And on days without horrible, heartbreaking images – like those of the dead Syrian children in a pile, half-naked and staring into space – the Trump White House doesn’t shy at all from giving its blessing to autocrats.
Just Monday, Trump praised Egypt’s President Abdel-Fattah el-Sisi, who seized power in a 2013 military coup. Obama barred him from the White House, but Trump gave him the honor of a handshake in the Oval Office. “He’s done a fantastic job in a very difficult situation,” Trump said, which would be shocking to opponents who fill his prisons or the loved ones of protestors who have been gunned down in the street by el-Sisi’s security forces.
At his Mar-a-Lago resort on Thursday when Trump meets Chinese President Xi Jinping for the first time, human rights isn’t likely to be near the top of the agenda, either. Trump wants to talk about trade and North Korea, not about China’s crackdown on dissent and its political prisoners.

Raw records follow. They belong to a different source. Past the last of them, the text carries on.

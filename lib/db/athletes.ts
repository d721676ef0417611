import 'server-only';
import { paged, pageOf, type Page, type PageQuery } from '@/lib/pagination';
import type { Knex } from 'knex';
import { db } from '@/lib/db/client';
import { toIsoDate } from '@/lib/db/values';
import type { Viewer } from '@/lib/auth/viewer';
import { NotFoundError } from '@/lib/http';
import type { AthleteInput, AthleteListQuery, AthletePatch } from '@/lib/contracts/athletes';
import type { AthleteSummary } from '@/lib/contracts/athletes';

// Scoping rules (who sees which athlete):
// - coach: athletes linked to them in coach_athletes, in their academy;
// - student: only the athlete row tied to their own account (athletes.user_id);
// - admin and researcher: none through these functions (route handlers forbid them before calling).
// An athlete outside the viewer's scope is reported as "not found", never as "forbidden", so ids of other
// coaches' athletes cannot be probed.

type AthleteRow = {
  id: number;
  display_name: string;
  handedness: AthleteSummary['handedness'];
  stance_width_mm: number;
  date_of_birth: unknown;
  home_club: string | null;
  last_session_date: unknown;
  last_session_context: string | null;
  archived_at: Date | null;
};

function toSummary(row: AthleteRow): AthleteSummary {
  const lastDate = toIsoDate(row.last_session_date);
  return {
    id: Number(row.id),
    displayName: row.display_name,
    handedness: row.handedness,
    stanceWidthMm: Number(row.stance_width_mm),
    dateOfBirth: toIsoDate(row.date_of_birth),
    homeClub: row.home_club,
    lastSession:
      lastDate && row.last_session_context
        ? { date: lastDate, context: row.last_session_context as NonNullable<AthleteSummary['lastSession']>['context'] }
        : null,
    archivedAt: row.archived_at ? new Date(row.archived_at).toISOString() : null,
  };
}

function scopedAthletes(viewer: Viewer): Knex.QueryBuilder {
  const query = db('athletes as a')
    .select(
      'a.id',
      'a.display_name',
      'a.handedness',
      'a.stance_width_mm',
      'a.date_of_birth',
      'a.home_club',
      'a.archived_at',
      db.raw(
        '(select p.session_date from practice_sessions p where p.athlete_id = a.id and p.binned_at is null order by p.session_date desc, p.id desc limit 1) as last_session_date',
      ),
      db.raw(
        '(select p.context from practice_sessions p where p.athlete_id = a.id and p.binned_at is null order by p.session_date desc, p.id desc limit 1) as last_session_context',
      ),
    )
    .where('a.academy_id', viewer.academyId);
  if (viewer.role === 'coach') {
    query.whereExists(
      db('coach_athletes as ca').select(db.raw('1')).whereRaw('ca.athlete_id = a.id').andWhere('ca.coach_user_id', viewer.id),
    );
  } else if (viewer.role === 'student') {
    query.where('a.user_id', viewer.id);
  } else {
    query.whereRaw('1 = 0');
  }
  return query;
}

/** LIKE pattern that matches `text` literally anywhere. */
function containsPattern(text: string): string {
  return `%${text.replace(/[\\%_]/g, (c) => `\\${c}`)}%`;
}

export async function listAthletesForViewer(viewer: Viewer, filters: AthleteListQuery = {}): Promise<AthleteSummary[]> {
  const rows: AthleteRow[] = await filteredAthletes(viewer, filters).orderBy('a.display_name', 'asc').orderBy('a.id', 'asc');
  return rows.map(toSummary);
}

/** Largest `limit` of GET /api/athletes. */
export const ROSTER_MAX = 200;

/** One page of the roster (name order, then id), with the number of athletes the filters match. */
export async function listAthletesPage(viewer: Viewer, filters: AthleteListQuery, page: PageQuery): Promise<{ athletes: AthleteSummary[]; page: Page }> {
  const [rows, count] = await Promise.all([
    paged(filteredAthletes(viewer, filters).orderBy('a.display_name', 'asc').orderBy('a.id', 'asc'), page) as Promise<AthleteRow[]>,
    db.count<{ n: number | string }[]>({ n: '*' }).from(filteredAthletes(viewer, filters).as('f')).first(),
  ]);
  return { athletes: rows.map(toSummary), page: pageOf(page, Number(count?.n ?? 0)) };
}

function filteredAthletes(viewer: Viewer, filters: AthleteListQuery): Knex.QueryBuilder {
  const query = scopedAthletes(viewer);
  // the roster and every pick list leave archived players out; `archived` lists only them (to restore)
  if (filters.archived) query.whereNotNull('a.archived_at');
  else query.whereNull('a.archived_at');
  if (filters.q) {
    const pattern = containsPattern(filters.q);
    query.where((w) => w.where('a.display_name', 'like', pattern).orWhere('a.home_club', 'like', pattern));
  }
  if (filters.handedness) query.where('a.handedness', filters.handedness);
  if (filters.context) {
    // "has at least one session in this context"
    query.whereExists(
      db('practice_sessions as pc').select(db.raw('1')).whereRaw('pc.athlete_id = a.id').whereNull('pc.binned_at').andWhere('pc.context', filters.context),
    );
  }
  return query;
}

export async function findAthleteForViewer(viewer: Viewer, athleteId: number): Promise<AthleteSummary | null> {
  const row: AthleteRow | undefined = await scopedAthletes(viewer).where('a.id', athleteId).first();
  return row ? toSummary(row) : null;
}

export async function getAthleteForViewer(viewer: Viewer, athleteId: number): Promise<AthleteSummary> {
  const athlete = await findAthleteForViewer(viewer, athleteId);
  if (!athlete) throw new NotFoundError('No athlete with this id on your roster.');
  return athlete;
}

function toColumns(input: AthletePatch): Record<string, unknown> {
  const columns: Record<string, unknown> = {};
  if (input.displayName !== undefined) columns.display_name = input.displayName;
  if (input.handedness !== undefined) columns.handedness = input.handedness;
  if (input.stanceWidthMm !== undefined) columns.stance_width_mm = input.stanceWidthMm;
  if (input.dateOfBirth !== undefined) columns.date_of_birth = input.dateOfBirth;
  if (input.homeClub !== undefined) columns.home_club = input.homeClub === '' ? null : input.homeClub;
  return columns;
}

/** A coach creates an athlete in their academy; the athlete joins that coach's roster. */
export async function createAthleteForCoach(coach: Viewer, input: AthleteInput): Promise<AthleteSummary> {
  const id = await db.transaction(async (trx) => {
    const now = new Date();
    const [athleteId] = await trx('athletes').insert({
      ...toColumns(input),
      academy_id: coach.academyId,
      created_at: now,
      updated_at: now,
    });
    await trx('coach_athletes').insert({ coach_user_id: coach.id, athlete_id: athleteId, created_at: now });
    return Number(athleteId);
  });
  return getAthleteForViewer(coach, id);
}

export async function updateAthleteForViewer(viewer: Viewer, athleteId: number, patch: AthletePatch): Promise<AthleteSummary> {
  await getAthleteForViewer(viewer, athleteId);
  await db('athletes')
    .where({ id: athleteId })
    .update({ ...toColumns(patch), updated_at: new Date() });
  return getAthleteForViewer(viewer, athleteId);
}

/**
 * Archive (coach of the player): they leave the roster and pick lists; sessions, swings, notes and drills stay, and
 * the player's own page still opens. Restore clears the mark. Both answer the player as saved.
 */
export async function setAthleteArchived(viewer: Viewer, athleteId: number, archived: boolean): Promise<AthleteSummary> {
  await getAthleteForViewer(viewer, athleteId);
  await db('athletes')
    .where({ id: athleteId })
    .update({ archived_at: archived ? db.raw('NOW(3)') : null, updated_at: new Date() });
  return getAthleteForViewer(viewer, athleteId);
}

/** Roster size and sessions in the last 30 days, for the coach home page. */
export async function countSessionsSince(viewer: Viewer, sinceIsoDate: string): Promise<number> {
  const ids = scopedAthletes(viewer).clearSelect().select('a.id');
  const row = await db('practice_sessions').whereIn('athlete_id', ids).whereNull('binned_at').andWhere('session_date', '>=', sinceIsoDate).count({ n: '*' }).first();
  return Number(row?.n ?? 0);
}

/** Every player of an academy by name, for the admin's account linking (ids and names only). */
export async function listAcademyPlayers(academyId: number): Promise<{ id: number; displayName: string }[]> {
  const rows = await db('athletes').where({ academy_id: academyId }).orderBy('display_name').select('id', 'display_name');
  return rows.map((a) => ({ id: Number(a.id), displayName: String(a.display_name) }));
}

Then there is Trump’s mysterious relationship with Putin and Russia. He is far less critical of the Putin regime – despite its annexation of Crimea, its aggression in Ukraine and its interference in the U.S presidential election – than our loyal NATO allies, who he says don’t spend enough on defense.
By treating foreign policy like real estate deals, Trump is calculating that fighting “radical Islamic terrorism,” as he insists on calling it, is far more important than democracy or human rights.
But when you embrace strongmen, you’re stained when they revert to their true character and do something horrific. Whatever voters wanted from Trump, they surely didn’t want him to ally America with dictators with the blood of innocents on their hands.